Renzi e Calenda separandosi hanno perso un’occasione e adesso è caccia all’alleato

Luca Di Carmine
29/01/2024

L'ex ministro pensa a un nuovo soggetto liberale da lanciare dopo le Europee e intanto imbarca Rosato e Bonetti. Escluso un ritorno di fiamma col senatore di Rignano, guarda a +Europa che però è divisa. Nel mare magnum di sigle e siglette i due ex cercano la quadra. Anche se insieme avrebbero potuto attirare i delusi di Fi.
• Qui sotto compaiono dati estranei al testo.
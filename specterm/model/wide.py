"""Evaluation with numbers of unlimited range, for places where double precision meets inf/inf or 0*inf.

A wide number is m * 2^e with |m| in [0.5, 1) and e a float: sums, products, quotients, whole powers, exp, sinh, cosh, sqrt
and abs are carried through, every other function sees ordinary numbers.
"""

from __future__ import annotations

from collections.abc import Callable
from dataclasses import dataclass

import numpy as np
from numpy.typing import NDArray

from specterm.model.arrays import Values
from specterm.model.scalar import ULP
from specterm.model.tape import runner
from specterm.model.term import Term
from specterm.model.walk import leaves_first

_LOG2E = 1.4426950408889634
_FAR = 1e300


@dataclass(frozen=True)
class Wide:
    """Arrays of m * 2^e."""

    m: Values
    e: Values

    @property
    def plain(self) -> Values:
        """The ordinary numbers, inf or 0 where they are out of range."""
        return self.m * np.exp2(np.clip(self.e, -2000, 2000))


def wide(m: Values, e: Values = 0.0) -> Wide:
    """Return m * 2^e with the size of m brought into [0.5, 1); zero has the exponent 0."""
    _, shift = np.frexp(np.abs(m))
    fine = np.isfinite(m)
    shift = np.where(fine, shift, 0)
    return Wide(m * np.exp2(-shift.astype(float)), np.where(np.equal(m, 0), 0.0, e + shift))


def evaluate(root: Term, x: NDArray[np.float64]) -> tuple[Values, NDArray[np.float64]]:
    """Return the values at x and a bound of their rounding error (relative to the value, growing with the exponents met)."""
    values: dict[int, Wide] = {}
    order = leaves_first(root)
    largest = np.zeros(x.shape)
    with np.errstate(all="ignore"):
        for term in order:
            value = _one(term, x, [values[a.digest] for a in term.args])
            values[term.digest] = value
            largest = np.fmax(largest, np.abs(value.e))
        result = np.broadcast_to(values[root.digest].plain, x.shape)
        return result, (8 * len(order) + 2 * largest) * ULP * np.abs(result)


def _one(term: Term, x: NDArray[np.float64], args: list[Wide]) -> Wide:
    if term.kind == "constant":
        return wide(np.full(x.shape, term.data.value))
    if term.kind == "coordinate":
        return wide(x)
    if term.kind in ("pieces", "spline"):
        return wide(runner(term)(x))
    rule = _RULES.get(f"{term.kind} {term.data}" if term.kind == "call" else term.kind)
    if rule is not None:
        return rule(term, args)
    return wide(np.asarray(runner(term)(*[a.plain for a in args]), dtype=None if not term.real else float))


def _sum(term: Term, args: list[Wide]) -> Wide:
    parts = [wide(c.value * a.m, a.e) for c, a in zip(term.data, args, strict=True)]
    top = parts[0].e
    for part in parts[1:]:
        top = np.where(np.equal(part.m, 0), top, np.maximum(top, part.e))
    return wide(sum(p.m * np.exp2(np.maximum(p.e - top, -2000)) for p in parts), top)


def _product(_term: Term, args: list[Wide]) -> Wide:
    m, e = args[0].m, args[0].e
    for a in args[1:]:
        m, e = m * a.m, e + a.e
    return wide(m, e)


def _power(term: Term, args: list[Wide]) -> Wide:
    return wide(args[0].m ** term.data, args[0].e * term.data)


def _sqrt(_term: Term, args: list[Wide]) -> Wide:
    odd = np.mod(args[0].e, 2)
    return wide(np.sqrt(args[0].m * (1 + odd)), (args[0].e - odd) / 2)


def _exponential(argument: Values) -> Wide:
    """Return exp: 2^k times the exponential of a small remainder, ln 2 taken in two parts; far out only the size is right."""
    k = np.rint(np.real(argument) * _LOG2E)
    rest = (argument - k * 0.693145751953125) - k * 1.4286068203094173e-06
    return wide(np.exp(np.where(np.abs(k) < 2.0**50, rest, 0.0)), np.clip(k, -_FAR, _FAR))


def _exp(_term: Term, args: list[Wide]) -> Wide:
    return _exponential(args[0].plain)


def _hyperbolic(sign: float) -> Callable[[Term, list[Wide]], Wide]:
    def rule(term: Term, args: list[Wide]) -> Wide:
        u = args[0].plain
        rising, falling = _exponential(u), _exponential(-u)
        top = np.maximum(rising.e, falling.e)
        far = rising.m * np.exp2(rising.e - top) + sign * falling.m * np.exp2(falling.e - top)
        near = np.abs(u) < 1
        return wide(np.where(near, runner(term)(u), far / 2), np.where(near, 0.0, top))

    return rule


_RULES: dict[str, Callable[[Term, list[Wide]], Wide]] = {
    "sum": _sum,
    "product": _product,
    "quotient": lambda _t, a: wide(a[0].m / a[1].m, a[0].e - a[1].e),
    "power": _power,
    "call sqrt": _sqrt,
    "call exp": _exp,
    "call sinh": _hyperbolic(-1.0),
    "call cosh": _hyperbolic(1.0),
    "call abs": lambda _t, a: Wide(np.abs(a[0].m), a[0].e),
}
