"""A running error bound: how far double precision may have moved the value of an expression (first order, absolute).

Every constant, the coordinate itself and every operation contribute; the method is the running error analysis of Higham,
Accuracy and Stability of Numerical Algorithms (2nd ed., 2002), section 3.3 (from memory). At the place of a comparison the
branch taken is believed.
"""

from __future__ import annotations

from collections.abc import Callable

import numpy as np
from numpy.typing import NDArray

from specterm.model.arrays import Values
from specterm.model.elementary import FUNCTIONS, ORDERED
from specterm.model.scalar import ULP
from specterm.model.tape import runner
from specterm.model.term import Term
from specterm.model.walk import leaves_first
from specterm.stopping import check

Bounds = NDArray[np.float64]


def rounding(root: Term, x: NDArray[np.float64]) -> Bounds:
    """Return a bound of |computed - true| at the places x, the rounding of x itself (2^-52 |x|) included; shape of x."""
    values: dict[int, Values] = {}
    bounds: dict[int, Values] = {}
    with np.errstate(all="ignore"):
        for term in leaves_first(root):
            check()
            inputs = [values[a.digest] for a in term.args]
            errors = [bounds[a.digest] for a in term.args]
            values[term.digest], bounds[term.digest] = step(term, x, inputs, errors)
        return np.array(np.broadcast_to(np.asarray(bounds[root.digest], dtype=float), x.shape))


def step(term: Term, x: NDArray[np.float64], inputs: list[Values], errors: list[Values]) -> tuple[Values, Values]:
    """Return value and bound of one term, given those of the terms it is made of."""
    if term.kind == "constant":
        return term.data.value, term.data.slack
    if term.kind == "coordinate":
        return x, 2 * ULP * np.abs(x)
    if term.kind == "edge":
        return np.full(x.shape, np.nan), np.full(x.shape, np.nan)
    value = runner(term)(x) if term.kind in ("pieces", "spline") else runner(term)(*inputs)
    if term.kind in ("pieces", "spline"):
        return value, term.data.rounding(x)
    return value, _RULES[term.kind](term, inputs, errors, value)


def _sum(term: Term, inputs: list[Values], errors: list[Values], _value: Values) -> Values:
    total: Values = 0.0
    bound: Values = 0.0
    for k, (c, v, e) in enumerate(zip(term.data, inputs, errors, strict=True)):
        part = c.value * v
        total = total + part
        bound = bound + abs(c.value) * e + c.slack * np.abs(v) + (0 if c.value in (1, -1) else 2 * ULP) * np.abs(part)
        if k:
            bound = bound + ULP * np.abs(total)
    return bound


def _product(_term: Term, inputs: list[Values], errors: list[Values], _value: Values) -> Values:
    value, bound = inputs[0], errors[0]
    for v, e in zip(inputs[1:], errors[1:], strict=True):
        bound = np.abs(value) * e + np.abs(v) * bound + bound * e + 2 * ULP * np.abs(value * v)
        value = value * v
    return bound


def _quotient(_term: Term, inputs: list[Values], errors: list[Values], value: Values) -> Values:
    (_, bottom), (e, f) = inputs, errors
    size = np.abs(bottom)
    return (e + np.abs(value) * f) / np.maximum(size - f, size / 2) + 4 * ULP * np.abs(value)


def _power(term: Term, inputs: list[Values], errors: list[Values], value: Values) -> Values:
    n = term.data
    widest = np.abs(inputs[0]) + errors[0]
    return n * widest ** (n - 1) * errors[0] + 2 * n * ULP * np.abs(value)


def _raise(_term: Term, inputs: list[Values], errors: list[Values], value: Values) -> Values:
    return _through(np.power, inputs, errors, value) + 8 * ULP * np.abs(value)


def _call(term: Term, inputs: list[Values], errors: list[Values], value: Values) -> Values:
    function = FUNCTIONS[term.data]
    if function.jumps:
        return 0.0 * np.abs(value)
    if term.data in ("min", "max"):
        return np.max(np.broadcast_arrays(*errors), axis=0)
    bound = _through(function.value, inputs, errors, value) + function.ulps * ULP * np.abs(value)
    if function.ulps >= 16:
        inner = [function.ulps / 4 * ULP * np.abs(v) for v in inputs]
        bound = bound + _through(function.value, inputs, inner, value, term.data in ORDERED)
    return bound


def _through(
    function: Callable[..., Values], inputs: list[Values], errors: list[Values], value: Values, skip: bool = False
) -> Values:
    """Return what the errors of the arguments do to the value: the steeper of the two one-sided slopes times the error.

    The slope is taken over a step much longer than rounding (2^-26 of the argument or of 1, the smaller); `skip` leaves the
    first argument out.
    """
    total: Values = 0.0
    for k in range(1 if skip else 0, len(inputs)):
        total = total + _one_through(function, inputs, k, errors[k], value)
    return total


def _one_through(function: Callable[..., Values], inputs: list[Values], k: int, error: Values, value: Values) -> Values:
    if not np.any(error):
        return 0.0
    here = inputs[k]
    size = np.abs(here)
    step = np.maximum(np.maximum(np.abs(error), 2.0**-26 * np.minimum(size, 1.0)), 8 * np.spacing(size))
    steepest: Values = 0.0
    for sign in (-1, 1):
        moved = here + sign * step
        change = np.abs(function(*inputs[:k], moved, *inputs[k + 1 :]) - value)
        steepest = np.fmax(steepest, change / np.abs(moved - here))
    return steepest * error


def _choice(_term: Term, inputs: list[Values], errors: list[Values], _value: Values) -> Values:
    return np.where(np.not_equal(inputs[0], 0), errors[1], errors[2])


def _nothing(_term: Term, _inputs: list[Values], _errors: list[Values], value: Values) -> Values:
    return 0.0 * np.abs(value)


_RULES: dict[str, Callable[[Term, list[Values], list[Values], Values], Values]] = {
    "sum": _sum,
    "product": _product,
    "quotient": _quotient,
    "power": _power,
    "raise": _raise,
    "call": _call,
    "compare": _nothing,
    "logic": _nothing,
    "where": _choice,
    "real": lambda _t, _i, e, _v: e[0],
    "imaginary": lambda _t, _i, e, _v: e[0],
}
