"""The symbolic derivative of a term, exact formal algebra kept where a function jumps."""

from __future__ import annotations

from collections.abc import Callable, Mapping

from specterm.language.catalogue import refuse
from specterm.model.compose import call, imaginary_part, power, real_part, where
from specterm.model.elementary import FUNCTIONS
from specterm.model.places import branches_meet
from specterm.model.scalar import ONE, Scalar
from specterm.model.slopes import slope_pairs
from specterm.model.term import NIL, UNIT, Term, add, constant, divide, linear, make, multiply, scaled, whole_powers
from specterm.model.walk import leaves_first

MOST_TERMS = 10_000


def derivative(root: Term) -> Term:
    """Return d root / dx. A jump gives an "edge": the formal derivative of the jumping function, without values.

    Raises SheetError when the result has more than 10,000 distinct parts.
    """
    slopes: dict[int, Term] = {}
    order = leaves_first(root)
    if len(order) > MOST_TERMS:
        raise refuse("too-many-terms", None, limit=MOST_TERMS)
    for term in order:
        slopes[term.digest] = _slope(term, slopes) if term.varies else NIL
    return slopes[root.digest]


def _slope(term: Term, slopes: Mapping[int, Term]) -> Term:
    """Return the derivative of one term, given those of the terms below it; by default it jumps."""
    if term.kind == "quotient":
        return _quotient(term, slopes)
    return _RULES.get(term.kind, _jump)(term, tuple(slopes[a.digest] for a in term.args))


def _jump(term: Term, _slopes: tuple[Term, ...]) -> Term:
    return edge(term)


def edge(term: Term) -> Term:
    """Return the formal derivative of a function that jumps, or the next one of a formal derivative."""
    if term.kind == "edge":
        return make("edge", term.args, term.data + 1, real=term.real)
    return make("edge", (term,), 1, real=term.real)


def _product(term: Term, slopes: tuple[Term, ...]) -> Term:
    parts = [multiply(*term.args[:k], slope, *term.args[k + 1 :]) for k, slope in enumerate(slopes) if slope != NIL]
    return add(*parts)


def _quotient(term: Term, slopes: Mapping[int, Term]) -> Term:
    """Return top'/bottom minus n top base'/(bottom base) for each factor base^n of the bottom."""
    top, bottom = term.args
    falling = [
        (Scalar(-float(n)), divide(multiply(top, slopes[base.digest]), multiply(bottom, base)))
        for base, n in whole_powers(bottom)
    ]
    return linear([(ONE, divide(slopes[top.digest], bottom)), *falling])


def _power(term: Term, slopes: tuple[Term, ...]) -> Term:
    lowered = power(term.args[0], constant(float(term.data - 1)))
    return scaled(Scalar(float(term.data)), multiply(lowered, slopes[0]))


def _raise(term: Term, slopes: tuple[Term, ...]) -> Term:
    base, exponent = term.args
    parts = []
    if slopes[0] != NIL:
        lowered = power(base, linear([(ONE, exponent), (-ONE, UNIT)]))
        parts.append(multiply(exponent, lowered, slopes[0]))
    if slopes[1] != NIL:
        parts.append(multiply(power(base, exponent), call("log", base), slopes[1]))
    return add(*parts)


def _part(term: Term, slopes: tuple[Term, ...]) -> Term:
    return real_part(slopes[0]) if term.kind == "real" else imaginary_part(slopes[0])


def _call(term: Term, slopes: tuple[Term, ...]) -> Term:
    return edge(term) if FUNCTIONS[term.data].jumps else slope_pairs(term.data, term.args, slopes)


def _spline(term: Term, _slopes: tuple[Term, ...]) -> Term:
    slope = term.data.derivative()
    return edge(term) if slope is None else make("spline", (), slope, real=True)


def _choice(term: Term, slopes: tuple[Term, ...]) -> Term:
    """Return the slope of the branch taken, plus an edge unless the branches are seen to meet wherever the choice changes."""
    smooth = where(term.args[0], slopes[1], slopes[2])
    return smooth if branches_meet(term) else add(smooth, edge(term))


_RULES: dict[str, Callable[[Term, tuple[Term, ...]], Term]] = {
    "coordinate": lambda _t, _s: UNIT,
    "sum": lambda t, s: linear(zip(t.data, s, strict=True)),
    "product": _product,
    "power": _power,
    "raise": _raise,
    "real": _part,
    "imaginary": _part,
    "where": _choice,
    "call": _call,
    "spline": _spline,
}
Renzi e Calenda separandosi hanno perso un’occasione e adesso è caccia all’alleato

Un «partito della Repubblica», un nuovo soggetto cui dare vita dopo le elezioni europee che si rifaccia alla tradizione liberale, repubblicana e riformista. Per andare oltre Azione. Questa l’idea che ha in mente Carlo Calenda, rivelata durante l’incontro con la stampa a Montecitorio per presentare due nuovi ingressi nel partito: l’ex ministra nei governi Conte II e Draghi, Elena Bonetti (che diventerà vicepresidente), e l’ex renziano di ferro Ettore Rosato (che sarà vicesegretario), cacciato a fine settembre dal senatore di Rignano prima dell’addio ufficiale. «Entro in Azione per riunire ed allargare ciò che la storia ha diviso», ha dichiarato Bonetti. «Con Carfagna e Gelmini siamo a tre ex ministre del governo Draghi, un’esperienza i cui contenuti vogliamo assolutamente portare avanti», ha sottolineato Calenda, sventolando metaforicamente la famosa “agenda Draghi”. «Il bipolarismo così come l’abbiamo conosciuto finora si avvia alla sua fine», ha aggiunto Rosato. «Dobbiamo costruire un’alternativa di centro forte a questo centrodestra e al Pd».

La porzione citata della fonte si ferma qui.